For per-client rate limiting, you’d add a rate limit filter pointing to an external rate limit service (like envoy-ratelimit). But for most ML serving setups, circuit breakers alone handle the common failure modes.

Common Errors and Fixes

“upstream connect error or disconnect/reset before headers. reset reason: connection failure”

This means Envoy can’t reach the upstream server. Check that your model servers are actually running and listening on the right port. Verify the hostnames in envoy.yaml match the Docker Compose service names exactly. Run docker compose logs model-server-1 to confirm the server started.

1
2
# Verify servers are reachable from the Envoy container
docker compose exec envoy sh -c "nc -z model-server-1 50051 && echo OK"

“Error validating config: … Didn’t find a registered implementation for ’envoy.filters.http.router’”

You’re running a newer Envoy image that requires the typed config format. Make sure your http_filters block uses the full typed config, not the shorthand:

1
2
3
4
5
6
7
8
9
# Wrong (old format)
http_filters:
  - name: envoy.filters.http.router

# Right (typed config format)
http_filters:
  - name: envoy.filters.http.router
    typed_config:
      "@type": type.googleapis.com/envoy.extensions.filters.http.router.v3.Router

Validate your config before deploying:

1
2
3
4
docker run --rm \
  -v ./envoy.yaml:/etc/envoy/envoy.yaml:ro \
  envoyproxy/envoy:v1.31-latest \
  envoy --mode validate -c /etc/envoy/envoy.yaml

“Health check failures — all upstream hosts unhealthy”

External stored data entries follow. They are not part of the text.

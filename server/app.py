"""The conelang language server (LSP over stdio, pygls 2).

The handlers are thin: they turn positions into offsets, ask :class:`conelang.ide.host.AnalysisHost`
(cheap questions, on the event loop) or the worker process (heavy ones: expectations, Hilbert
bases, equations, invariants; see :mod:`conelang.server.worker`), and turn the answers back into
protocol objects.  Every handler is wrapped so that one bad request never takes the server
down.

Settings (``initializationOptions`` of the client, all optional)::

    {"budget": 20000000,        # work budget per heavy computation, or "none"
     "debounce": 0.15,          # seconds to wait after an edit before checking the file
     "hoverWait": 0.8,          # seconds a hover waits for the worker before saying "computing…"
     "diagnosticsWait": 0.3,    # seconds the cheap diagnostics wait for the full ones
     "allowOutsideRoot": false} # `use` may name files outside the project root

The same settings may come later with ``workspace/didChangeConfiguration`` (under a
``conelang`` key, or at the top level).

Projects of many files: the host reads the files ``use`` statements name through a
:class:`conelang.project.FileLoader` (open documents win over the disk); the worker gets the
texts of the files a job's file uses with every job (see :mod:`conelang.server.worker`); the
workspace's ``.cone`` files, and the files to check again when one changes, are in
:mod:`conelang.server.workspace`.
"""
from __future__ import annotations

import asyncio
import functools
import hashlib
import inspect
import logging
import os
import sys
from collections import OrderedDict
from pathlib import Path
from urllib.parse import unquote, urlparse

from lsprotocol import types as T
from pygls.exceptions import JsonRpcException
from pygls.lsp.server import LanguageServer
from pygls.protocol import LanguageServerProtocol

import conelang
from conelang.ide import editor
from conelang.geometry import budget as gbudget
from conelang.ide import AnalysisHost
from conelang.project import FileLoader
from conelang.syntax import ast as A

from .convert import Positions
from .worker import HeavyWorker, JobCancelled, WorkerFailed
from .workspace import FILE_OPERATIONS, Workspace

log = logging.getLogger("conelang.server")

Envoy’s grpc_health_check expects the standard gRPC health checking protocol (grpc.health.v1.Health/Check). If your server doesn’t implement it, every health check fails and Envoy marks all upstreams as unhealthy. Either implement the standard health protocol:

 1
 2
 3
 4
 5
 6
 7
 8
 9
10
11
12
13
14
15
16
17
18
19
20
21
22
23
from grpc_health.v1 import health
from grpc_health.v1 import health_pb2
from grpc_health.v1 import health_pb2_grpc

def serve():
    server = grpc.server(futures.ThreadPoolExecutor(max_workers=10))

    # Register your prediction service
    prediction_pb2_grpc.add_PredictionServiceServicer_to_server(
        PredictionServicer(), server
    )

    # Register the standard gRPC health service
    health_servicer = health.HealthServicer()
    health_pb2_grpc.add_HealthServicer_to_server(health_servicer, server)
    health_servicer.set(
        "prediction.PredictionService",
        health_pb2.HealthCheckResponse.SERVING,
    )

    server.add_insecure_port("0.0.0.0:50051")
    server.start()
    server.wait_for_termination()

Or switch to HTTP health checks in Envoy if you can’t modify the server.